I have had conversations with tactile artists about ways to adapt to new norms in the Covid-19 era. Collectively, we have come up with several solutions that might allow people to safely handle objects in an exhibit: 

– Proper hand hygiene can be encouraged by providing hand sanitizer or wipes in a standard location within the physical exhibit space.

– Disposable gloves may be worn to protect people and objects.

– Materials that are easily clean can be chosen as touchable objects.

– Museum visitors could be provided with tactile handouts that they can touch and then take them when they leave the exhibit.

Implementing our proposed solutions, either singly or together, may reassure people about their safety when touching objects in museum exhibits. We are advocating for these options and other possibilities that allow for tactile access.

In summary, the coronavirus adds a layer of complexity to the perceived cultural prohibition against touching objects. We understand that precautions are necessary to minimize the spread of disease, but we fear that new norms could be implemented in an ableist way. Blind people and our allies will need to increase our efforts to re-shape the post pandemic world in a way that allows us to gather information through the sense of touch.
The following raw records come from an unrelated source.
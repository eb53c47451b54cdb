/** @type {import('next').NextConfig} */
const config = {
  poweredByHeader: false,
  // Compression belongs to the HTTP front (scripts/serve.mjs), which can cache its result.
  compress: false,
  // Types are held by `npm run check`, so that a mistake in a test keeps nobody from starting the server.
  typescript: { ignoreBuildErrors: true },
  reactStrictMode: true,
  // They read files beside their own, and one is no JavaScript: not to be bundled.
  serverExternalPackages: ['@resvg/resvg-js', 'fontkit', 'pdfkit'],
  images: { unoptimized: true },
  // By its ending it would be sent as a film.
  headers: async () => [
    { source: '/longhence.d.ts', headers: [{ key: 'Content-Type', value: 'text/plain; charset=utf-8' }] },
  ],
}

export default config
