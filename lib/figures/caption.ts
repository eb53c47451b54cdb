/** Words under a figure and in place of it. */
import type { Solution } from '../solve'
import { extrapolates } from '../words/beyond'
import { fixed, signed, significant } from '../words/number'
import { capital, joined, lowered } from '../words/sentence'
import type { Told } from '../words/told'
import { verdictOf } from '../words/verdict'
import type { Ribbon } from './chart'
import type { Eras } from './eras'
import type { Window } from './window'

type Named = Told & Pick<Solution, 'label'>

/** What a caption has to explain: the signs that are drawn. */
interface Shown {
  readonly marks: ReadonlySet<string>
  readonly ribbons: boolean
  readonly logarithmic: boolean
  /** False where nothing of the future is seen. */
  readonly future: boolean
}

const SIGNS = [
  ['ring', 'ring: origin'],
  ['cross', 'cross: ending'],
  ['arrow', 'arrow: goes on'],
] as const

export function longViewCaption(solutions: readonly Named[], { marks, ribbons, logarithmic, future }: Shown): string {
  const signs = SIGNS.filter(([kind]) => marks.has(kind)).map(([, words]) =>
    words.replace('origin', beginnings(solutions)),
  )
  const time = logarithmic ? 'time from now, logarithmic both ways' : 'time from now'
  const parts = [`Scale factor a against ${time}.`]
  if (signs.length > 0) parts.push(`${capital(signs.join('; '))}.`)
  if (ribbons) parts.push('Ribbons: what dominates; the line above them: the expansion accelerates.')
  const followed = solutions.filter(({ scenario }) => extrapolates(scenario)).map(({ label }) => label)
  if (future && followed.length > 0) parts.push(hatching(followed))
  return parts.join(' ')
}

/** What the rings mark: a history without a beginning has had its last bounce. */
function beginnings(solutions: readonly Named[]): string {
  const bounced = solutions.filter(({ origin: { kind } }) => kind === 'bounce' || kind === 'oscillating')
  if (bounced.length === 0) return 'origin'
  return bounced.length === solutions.length ? 'last bounce' : 'origin, or last bounce'
}

function hatching(labels: readonly string[]): string {
  const verb = labels.length > 1 ? 'follow' : 'follows'
  return `Hatched: ${joined(labels)} ${verb} a law of dark energy beyond the data it describes.`
}

export function longViewText(
  solutions: readonly Named[],
  { from, to, top }: Window,
  ribbons: readonly Pick<Ribbon, 'dash' | 'eras'>[],
): string {
  const frame = `Line chart of the scale factor from 0 to ${significant(top, 2)} (1 today) against time from ${timeText(from)} to ${timeText(to)} Gyr.`
  const curves = solutions.map(
    (one, i) =>
      `${one.label}: ${lowered(verdictOf(one, null).sentences[0] ?? '')}${erasText(ribbons.find(({ dash }) => dash === i)?.eras.dominant)}`,
  )
  return [frame, ...curves].join(' ')
}

/** ` What dominates: matter until −3.8 Gyr, then dark energy.` */
function erasText(spans: Eras['dominant'] = []): string {
  if (spans.length === 0) return ''
  const parts = spans.map(({ to, value }, i) => (i === spans.length - 1 ? value : `${value} until ${timeText(to)} Gyr`))
  return ` What dominates: ${parts.join(', then ')}.`
}

function timeText(time: number): string {
  return signed(Math.abs(time) < 10 ? significant(time, 2) : fixed(time, 0))
}
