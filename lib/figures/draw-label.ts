/** A label in the colour of its curve, with a rim of the ground so that it stays readable over lines. */
import { strokeOf } from './dash'
import { widthOf } from './draw-curve'
import { boxOf, type Label, NAME_LINE, NOTE_LINE, NOTE_SIZE, type Stroke, SWATCH } from './label'
import type { Frame } from './plot'
import { px, type SvgNode, svg } from './svg'

export function drawLabel(label: Label, { type }: Pick<Frame, 'type'>): SvgNode {
  const place = { x: px(label.x), 'text-anchor': label.anchor }
  const children: SvgNode[] = []
  let y = label.y
  if (label.leader) children.push(leader(label.leader))
  if (label.swatch) children.push(swatch(label.swatch, label, type))
  if (label.name) {
    children.push(svg('text', { ...place, y: px(y + 0.92 * type), 'font-size': type, class: 'name' }, label.name))
    y += NAME_LINE * type
  }
  if (label.note) {
    const size = px(NOTE_SIZE * type)
    children.push(svg('text', { ...place, y: px(y + 0.82 * type), 'font-size': size, class: 'note' }, label.note))
    y += NOTE_LINE * type
  }
  return svg('g', { class: label.tone }, ...children)
}

function swatch(stroke: Stroke, label: Label, type: number): SvgNode {
  const [x, y] = [boxOf(label, type).x, px(label.y + 0.6 * type)]
  const ends = { x1: px(x), x2: px(x + SWATCH.length * type), y1: y, y2: y }
  return svg('line', { ...ends, ...strokeOf(stroke.dash, widthOf(stroke, type)) })
}

function leader([x1, y1, x2, y2]: readonly [number, number, number, number]): SvgNode {
  return svg('line', { x1: px(x1), y1: px(y1), x2: px(x2), y2: px(y2), class: 'leader' })
}
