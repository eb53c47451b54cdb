/** Moments when one thing overtakes another: sign changes of a function of ln a along the expansion that holds today. */

import type { Component } from '../components'
import type { Arm } from '../history/arm'
import type { History } from '../history/history'
import { leadingExponent } from '../history/tail'
import type { Model } from '../model'
import { brent } from '../numerics/roots'

/** A sign change at N = ln a; `rising` when the function goes from negative to positive as a grows. */
export interface Crossing {
  readonly N: number
  readonly rising: boolean
}

/** Looks per panel of the integrals, whose widths follow the bends of E². */
const LOOKS = 3
/** How far beyond the last panel, in ln a, to look where what rules there neither accelerates nor decelerates. */
const BEYOND = 60
/** Exponent of E² at which ä = 0. */
const COASTING = 2
/** Farthest ln a at which densities are still doubles. */
const FARTHEST = 700

/** A step in ln a by which a function that passes through zero has left it. */
const BEFORE = 1e-6

/** A function of ln a along the expansion, with bounds of its slope, so that no sign change can hide. */
export interface Comparison {
  value(model: Model, N: number): number
  slopeRange(model: Model, from: number, to: number): readonly [number, number]
}

/** All sign changes of a comparison, in order of a. */
export function overtakings(history: History, comparison: Comparison): readonly Crossing[] {
  const [low, high] = [reachOf(history.past), reachOf(history.future)]
  return [
    ...changesBetween(comparison, history.past.model, low, 0),
    ...changesBetween(comparison, history.future.model, 0, high),
  ]
}

const reachOf = ({ direction, end }: Arm): number =>
  direction * (end.kind === 'none' ? FARTHEST : Math.min(FARTHEST, Math.abs(end.N)))

/** Intervals where the slope keeps its sign hold one change at most; where |value| outweighs the slope there is none; others are halved. */
function changesBetween(comparison: Comparison, model: Model, from: number, to: number): Crossing[] {
  const value = (N: number) => comparison.value(model, N)
  const [low, high] = comparison.slopeRange(model, from, to)
  const middle = (from + to) / 2
  if (low < 0 && high > 0 && to - from > 1e-6) {
    if (Math.abs(value(middle)) > (Math.max(-low, high) * (to - from)) / 2) return []
    return [...changesBetween(comparison, model, from, middle), ...changesBetween(comparison, model, middle, to)]
  }
  const [left, right] = [value(from), value(to)]
  // Exactly zero where an interval begins, as today with equal densities: what came before decides.
  const before = left === 0 ? value(from - BEFORE) : left
  if (right === 0 || before > 0 === right > 0) return []
  return [{ N: left === 0 ? from : brent(value, from, to), rising: before < right }]
}

/**
 * Changes of the sign of ä, in order of a, from looks at every third of a panel: a pair nearer together can be missed.
 */
export function accelerationChanges(history: History): readonly Crossing[] {
  const looks = [...looksAlong(history.past).reverse(), { arm: history.past, N: 0 }, ...looksAlong(history.future)]
  const found: Crossing[] = []
  let [before, was] = [0, 0]
  let zero: number | null = null
  for (const { arm, N } of looks) {
    const is = acceleration(arm.model, N)
    if (is === 0) zero = N
    if (is === 0 || !Number.isFinite(is)) continue
    if (was !== 0 && was > 0 !== is > 0) {
      found.push({ N: zero ?? brent((x) => acceleration(arm.model, x), before, N), rising: is > 0 })
    }
    ;[before, was, zero] = [N, is, null]
  }
  return found
}

/** Where to look, outwards from today. */
function looksAlong(arm: Arm): { arm: Arm; N: number }[] {
  const looks: { arm: Arm; N: number }[] = []
  for (const { zone, from, to } of arm.panels) {
    for (let k = 1; k <= LOOKS; k++)
      looks.push({ arm, N: arm.direction * zone.distanceAt(from + ((to - from) * k) / LOOKS) })
  }
  const last = arm.edges[arm.edges.length - 1]
  const undecided = arm.tail !== null && leadingExponent(arm.model, arm.direction) === COASTING
  if (undecided) for (let k = 1; k <= BEYOND; k++) looks.push({ arm, N: arm.direction * (last + k) })
  return looks
}

/** ä/a in H₀². */
const acceleration = (model: Model, N: number): number => model.derivatives(N).acceleration

const MATTER: readonly Component['key'][] = ['matter']
const RADIATION: readonly Component['key'][] = ['radiation', 'neutrino']
const DARK: readonly Component['key'][] = ['dark']

/** ln of the summed sizes of some components. */
function logOf(model: Model, keys: readonly Component['key'][], N: number): number {
  let [largest, sum] = [Number.NEGATIVE_INFINITY, 0]
  for (const one of model.components) {
    if (!keys.includes(one.key)) continue
    const log = one.terms && one.density(N) < 0 ? Number.NEGATIVE_INFINITY : one.logSize(N)
    sum = log > largest ? sum * Math.exp(largest - log) + 1 : sum + Math.exp(log - largest)
    largest = Math.max(largest, log)
  }
  return largest + Math.log(sum)
}

/** Bounds of the exponents of some components over an interval. */
function exponentsOf(
  model: Model,
  keys: readonly Component['key'][],
  from: number,
  to: number,
): readonly [number, number] {
  const ranges = model.components.filter((one) => keys.includes(one.key)).map((one) => one.exponentRange(from, to))
  return [Math.min(...ranges.map(([low]) => low)), Math.max(...ranges.map(([, high]) => high))]
}

const ratio = (over: readonly Component['key'][], under: readonly Component['key'][]): Comparison => ({
  value: (model, N) => logOf(model, over, N) - logOf(model, under, N),
  slopeRange: (model, from, to) => {
    const [above, below] = [exponentsOf(model, over, from, to), exponentsOf(model, under, from, to)]
    return [below[0] - above[1], below[1] - above[0]]
  },
})

/** ln of cold matter over photons and all neutrinos; both must be there. */
export const matterOverRadiation = ratio(MATTER, RADIATION)

/** ln of dark energy over cold matter; both must be there. */
export const darkOverMatter = ratio(DARK, MATTER)

/** Of several crossings the last up to now, else the first ahead; null when there is none. */
export const nearestToNow = (list: readonly Crossing[]): Crossing | null =>
  list.findLast((one) => one.N <= 0) ?? list.find((one) => one.N > 0) ?? null
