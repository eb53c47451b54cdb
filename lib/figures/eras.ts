/** Which component dominates when, and when the expansion accelerates: stretches of time within a window. */
import type { Contents, Era } from './contents'
import { EVEN } from './sample'
import { type Range, valueAt } from './scale'

export interface Stretch<T> {
  readonly from: number
  readonly to: number
  readonly value: T
}

export interface Eras {
  readonly dominant: readonly Stretch<Era>[]
  readonly accelerating: readonly Stretch<true>[]
}

/** Shorter stretches than one of so many in a window can be missed; they could not be seen. Every other place is one of the curve's. */
const SAMPLES = 2 * EVEN
/** Halvings until a boundary is finer than a hundredth of a pixel. */
const HALVINGS = 12

export function erasOf(contents: (time: number) => Contents | null, x: Range): Eras {
  const times = Array.from({ length: SAMPLES + 1 }, (_, i) => valueAt(x, i / SAMPLES))
  const dominant = stretches(times, (time) => contents(time)?.dominant ?? null)
  const accelerating = stretches(times, (time) => (contents(time)?.accelerating ? true : null))
  return { dominant, accelerating }
}

/** Maximal stretches of one value; null is no value. */
export function stretches<T>(times: readonly number[], valueAt: (time: number) => T | null): Stretch<T>[] {
  const found: Stretch<T>[] = []
  let start = times[0] ?? 0
  let value = valueAt(start)
  times.slice(1).forEach((time, i) => {
    const next = valueAt(time)
    const last = i === times.length - 2
    if (next === value && !last) return
    const end = next === value ? time : boundary(times[i] ?? start, time, value, valueAt)
    if (value !== null && end > start) found.push({ from: start, to: end, value })
    start = end
    value = next
  })
  return found
}

function boundary<T>(from: number, to: number, value: T | null, valueAt: (time: number) => T | null): number {
  let [low, high] = [from, to]
  for (let i = 0; i < HALVINGS; i++) {
    const middle = (low + high) / 2
    if (valueAt(middle) === value) low = middle
    else high = middle
  }
  return (low + high) / 2
}
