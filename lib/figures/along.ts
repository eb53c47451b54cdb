/** Columns along a horizontal axis, in blocks. */
import { isBlock, runsAlong } from '../quantities/blocks'
import type { Column } from '../quantities/column'
import { BLOCK_SIZE, borrowWorkspace, returnWorkspace } from '../quantities/workspace'
import type { Solution } from '../solve'
import type { Horizontal } from './horizontal'

/** What is drawn at places along the axis; null where there is no value. */
export type Values = (places: readonly number[]) => readonly (number | null)[]

/** Along an axis of one of the variables by which instants are asked for. */
export function columnAlong({ values }: Column, subject: Solution, { asked }: Horizontal): Values {
  return (places) => {
    const found: (number | null)[] = places.map(() => null)
    if (asked === null) return found
    const legal = places.flatMap((place, i) => (asked.sign * place > asked.above ? [i] : []))
    const workspace = borrowWorkspace()
    try {
      for (let first = 0; first < legal.length; first += BLOCK_SIZE) {
        const page = legal.slice(first, first + BLOCK_SIZE)
        const sheet = Float64Array.from(page, (i) => asked.sign * (places[i] as number))
        const runs = runsAlong({ subject, variable: asked.variable, values: sheet, count: page.length, workspace })
        let done = 0
        for (const run of runs) {
          if (isBlock(run)) fill(found, page, done, run.count, values(run))
          done += run.count
        }
      }
    } finally {
      returnWorkspace(workspace)
    }
    return found
  }
}

function fill(found: (number | null)[], page: readonly number[], done: number, count: number, values: Float64Array) {
  for (let i = 0; i < count; i++) {
    const value = values[i] as number
    if (Number.isFinite(value)) found[page[done + i] as number] = value + 0
  }
}
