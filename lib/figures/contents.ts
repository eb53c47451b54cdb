/** What a universe is made of at a time, and whether its expansion speeds up then. */

import type { Component } from '../components'
import { type Event, type Found, isEvent } from '../history/event'

const ERAS = ['radiation', 'matter', 'curvature', 'dark energy'] as const

export type Era = (typeof ERAS)[number]

export interface Contents {
  /** The component of the largest density, whatever its sign. */
  readonly dominant: Era
  readonly accelerating: boolean
}

/** Neutrinos count as radiation, as they do in the equality of matter and radiation. */
const ERA_OF: Readonly<Record<Component['key'], Era>> = {
  radiation: 'radiation',
  neutrino: 'radiation',
  matter: 'matter',
  curvature: 'curvature',
  dark: 'dark energy',
}

/** Null where the history does not reach. */
export const contentsOf = (event: Found): Contents | null =>
  isEvent(event) ? { dominant: dominantAt(event), accelerating: accelerates(event) } : null

function dominantAt({ place: { arm, N } }: Event): Era {
  const { components } = arm.model
  const logs = components.map((one) => one.logSize(N))
  const largest = Math.max(...logs)
  const sizes: Record<Era, number> = { radiation: 0, matter: 0, curvature: 0, 'dark energy': 0 }
  components.forEach(({ key }, i) => {
    sizes[ERA_OF[key]] += Math.exp((logs[i] ?? largest) - largest)
  })
  return ERAS.reduce((best, one) => (sizes[one] > sizes[best] ? one : best))
}

/** ä/a = E² + ½ dE²/dN in units of H₀². */
function accelerates({ place: { arm, N } }: Event): boolean {
  const { value, first } = arm.model.derivatives(N)
  return value + first / 2 > 0
}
This work is important, not only to ensure tactile access for blind people, but also to safeguard the opportunity for everyone to benefit from multi-sensory experiences.

References

Braden, C. (2016) Welcoming All Visitors: Museums, Accessibility, and Visitors with Disabilities. University of Michigan, Working Papers in Museum Studies: Number 12, Ann Arbor.

Classen, C. (2005). Touch in the Museum, in The Book of Touch, C. Classen ed. PP. 275-286, Berg, New York, NY.

Stallybrass, P. and A. White. (2005) Bourgeois Perception: The Gaze and the Contaminating Touch,” in The Book of Touch, C. Classen ed. PP. 290-292, Berg, New York, NY.